As I understand it, I'm only differentiating w.r.t. to the neural net parameters in the optimization loop (params(model)) and the derivatives w.r.t. to the initial conditions are not obvious to me. On the other hand, in the loss function, I do take a gradient of the model w.r.t. to z which, in its turn, depends on the initial condition (t,x). Is this the derivative w.r.t. the initial conditions you alluded to?

You can do both parameters and initial condition. It'll work it out automatically. Just do stuff like:

function f(theta)
  u0 = theta[1:n]
  p = theta[n+1:end]
  _prob = remake(prob,u0=u0,p=p)
  sol = solve(_prob,alg)
  sum(abs2,sol - data)
end

I don't understand what you mean by "there are not parameters". Did you mean "these are not parameters"?

Your ODE has no parameters. That's fine, that's an issue on our end to make the methods robust to not having any.
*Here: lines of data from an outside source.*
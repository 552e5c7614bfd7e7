package response

import "math/cmplx"

// MinimumPhase returns the first n samples of the minimum-phase sequence whose natural
// log|H| at omega = 2 pi k/K, k = 0 to K/2, is logs; K = 2(len(logs)-1) is at least n.
// The part at negative times of the sequence's real cepstrum is folded onto positive
// ones, and the result exponentiated. What of the cepstrum, or of the sequence, is longer
// than K samples wraps round. Panics for fewer than two logs.
//
// Source: Oppenheim & Schafer, chapter on cepstrum analysis.
func MinimumPhase(logs []float64, n int) []float64 {
	half := len(logs) - 1
	size := 2 * half
	// An even sequence is the real part of the transform of half of its spectrum, each
	// bin but the ends for two.
	cepstrum := make([]float64, len(logs))
	spectrum := Sequence{X: make([]float64, len(logs))}
	weight := func(k int) float64 {
		if k == 0 || k == half {
			return 1
		}
		return 2
	}
	for k, v := range logs {
		spectrum.X[k] = weight(k) * v / float64(size)
	}
	transform := NewTransform(size, len(logs))
	transform.Each(func(i int, v []complex128) { cepstrum[i] = weight(i) * real(v[0]) }, spectrum)
	return transform.Map(cepstrum, cmplx.Exp, n)
}
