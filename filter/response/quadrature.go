package response

// PinkFrom is the lowest frequency, in Hz, that pink weights cover.
const PinkFrom = 20.0

// TopOfBand is the highest frequency that bands and pink weights cover, as a
// fraction of the sample rate.
const TopOfBand = 0.45

// EachBin visits the bins of a transform, step Hz apart, whose weighted sum is ∫ df over lo..hi, with their weights in Hz: the
// integral of the cubic through the four bins about each interval. Its error falls with the fourth power
// of the step, wherever between bins lo and hi lie.
func EachBin(step, lo, hi float64, visit func(k int, width float64)) {
	first, last := int(lo/step), int(hi/step)
	weights := make([]float64, last-first+4)
	for i := first; i <= last; i++ {
		from := max(0, lo/step-float64(i))
		to := min(1, hi/step-float64(i))
		for j, w := range cubicWeights(from, to) {
			weights[i-first+j] += w
		}
	}
	for i, w := range weights {
		visit(first-1+i, w*step)
	}
}

// cubicWeights integrates the cubic through the points -1, 0, 1, 2 over from..to within 0..1.
func cubicWeights(from, to float64) [4]float64 {
	if from == 0 && to == 1 {
		return [4]float64{-1. / 24, 13. / 24, 13. / 24, -1. / 24}
	}
	a, b, c := lagrange(from), lagrange((from+to)/2), lagrange(to)
	var w [4]float64
	for j := range w {
		w[j] = (to - from) / 6 * (a[j] + 4*b[j] + c[j]) // Simpson's rule is exact for cubics
	}
	return w
}

// lagrange are the basis polynomials of the points -1, 0, 1, 2 at u.
func lagrange(u float64) [4]float64 {
	return [4]float64{
		-u * (u - 1) * (u - 2) / 6,
		(u + 1) * (u - 1) * (u - 2) / 2,
		-(u + 1) * u * (u - 2) / 2,
		(u + 1) * u * (u - 1) / 6,
	}
}

// EachPink visits the bins of pink weights, the integral of df/f over 20 Hz to
// 0.45 of the rate in Hz.
func EachPink(step, rate float64, visit func(k int, pink float64)) {
	EachBin(step, PinkFrom, TopOfBand*rate, func(k int, width float64) {
		visit(k, width/(float64(k)*step))
	})
}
Most of the time people do have parameters, so this is a less tested area, though it is tested for many cases:

https://github.com/SciML/DiffEqSensitivity.jl/blob/master/test/null_parameters.jl

How would I go about forcing forward mode? Using ForwardSensisitivity or ForwardDiffSensitivity? If so, check my last comment below.

It'll do so automatically now, as of this week. After seeing your code, I realized we should just make a smart polyalgorithm solve your problem so that you don't have to do any work here.
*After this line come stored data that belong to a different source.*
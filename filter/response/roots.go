package response

import (
	"math"
	"math/cmplx"
)

// Zeros returns the section's finite zeros in the z plane, at most two. A
// first-order section (B2 = A2 = 0) has at most one; B0 = 0 moves a zero to
// infinity, which is not listed. Conjugates come upper half first, real zeros
// larger magnitude first.
func (s Section) Zeros() []complex128 {
	return s.roots(s.numerator())
}

// Poles returns the section's poles in the z plane: two, or one for a
// first-order section (B2 = A2 = 0). Order as for Zeros.
func (s Section) Poles() []complex128 {
	return s.roots(s.denominator())
}

// roots solves c0 z^2 + c1 z + c2 = 0, without the root at the origin that
// numerator and denominator of a first-order section share.
func (s Section) roots(q quadratic) []complex128 {
	switch {
	case s.B2 == 0 && s.A2 == 0:
		return linearRoot(q.c0, q.c1)
	case q.c0 == 0:
		return linearRoot(q.c1, q.c2)
	}
	return quadraticRoots(q)
}

func linearRoot(a, b float64) []complex128 {
	if a == 0 {
		return nil
	}
	return []complex128{complex(-b/a, 0)}
}

// quadraticRoots avoids both cancellations: the discriminant is rounded once
// by a fused product, and the smaller real root comes from the product of the
// roots (Press et al., Numerical Recipes, section 5.6).
func quadraticRoots(q quadratic) []complex128 {
	half := q.c1 / 2
	discriminant := differenceOfProducts(half, half, q.c0, q.c2)
	if discriminant < 0 {
		re, im := -half/q.c0, math.Sqrt(-discriminant)/math.Abs(q.c0)
		return []complex128{complex(re, im), complex(re, -im)}
	}
	t := -(half + math.Copysign(math.Sqrt(discriminant), half))
	if t == 0 {
		return []complex128{0, 0}
	}
	return []complex128{complex(t/q.c0, 0), complex(q.c2/t, 0)}
}

// differenceOfProducts returns a*b - c*d to within 1.5 ulp (Jeannerod, Louvet
// & Muller, Mathematics of Computation 82, 2013: Kahan's algorithm).
func differenceOfProducts(a, b, c, d float64) float64 {
	cd := c * d
	cdErr := math.FMA(-c, d, cd)
	return math.FMA(a, b, -cd) + cdErr
}

// MaxPoleRadius returns the largest pole magnitude of the cascade, 0 if it
// has no poles. The impulse response finally decays by this factor a sample.
func MaxPoleRadius(sections []Section) float64 {
	radius := 0.0
	for _, s := range sections {
		for _, p := range s.Poles() {
			radius = math.Max(radius, cmplx.Abs(p))
		}
	}
	return radius
}

// Stable reports whether every pole lies inside the unit circle, by the
// stability triangle |A2| < 1, |A1| < 1 + A2 evaluated without rounding loss.
// NaN coefficients are not stable.
func Stable(sections []Section) bool {
	for _, s := range sections {
		atOne := quadratic{1, s.A1, s.A2}.sum()
		atMinusOne := quadratic{1, -s.A1, s.A2}.sum()
		if !(math.Abs(s.A2) < 1 && atOne > 0 && atMinusOne > 0) {
			return false
		}
	}
	return true
}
I'm not sure if it makes sense (I don't fully understand the adjoint method), but you might want to run the code above (with the change you suggested) with different sensitivity algorithms as indicated below, since you might uncover some other "tricky untested edge cases". Only in the first three cases I was able to run the code without errors

Yes. The thing is that only BacksolveAdjoint, ForwardDiffSensitivity, and QuadratureAdjoint make sense when you have no parameters: InterpolatingAdjoint is strictly worse than QuadratureAdjoint for that case. So the default algorithm knows to avoid it, and I guess we never tested what happens if a user specifically asks for it in this case. Turns out it fails, so we should have a better behavior here (likely: automatically switch to QuadratureAdjoint). For ForwardSensitivity it's a known issue we need to work on. ForwardDiffSensitivity I just fixed this week. ReverseDiffAdjoint and TrackerAdjoint were unknown issues we should clean up, and those would be quick to fix.

adolfocorreia commented 3 years ago

Once again, thanks for your feedback! Things are clearer to me now. I'm glad I could help you identify these unknown problematic scenarios and improve the library. Keep up the good work!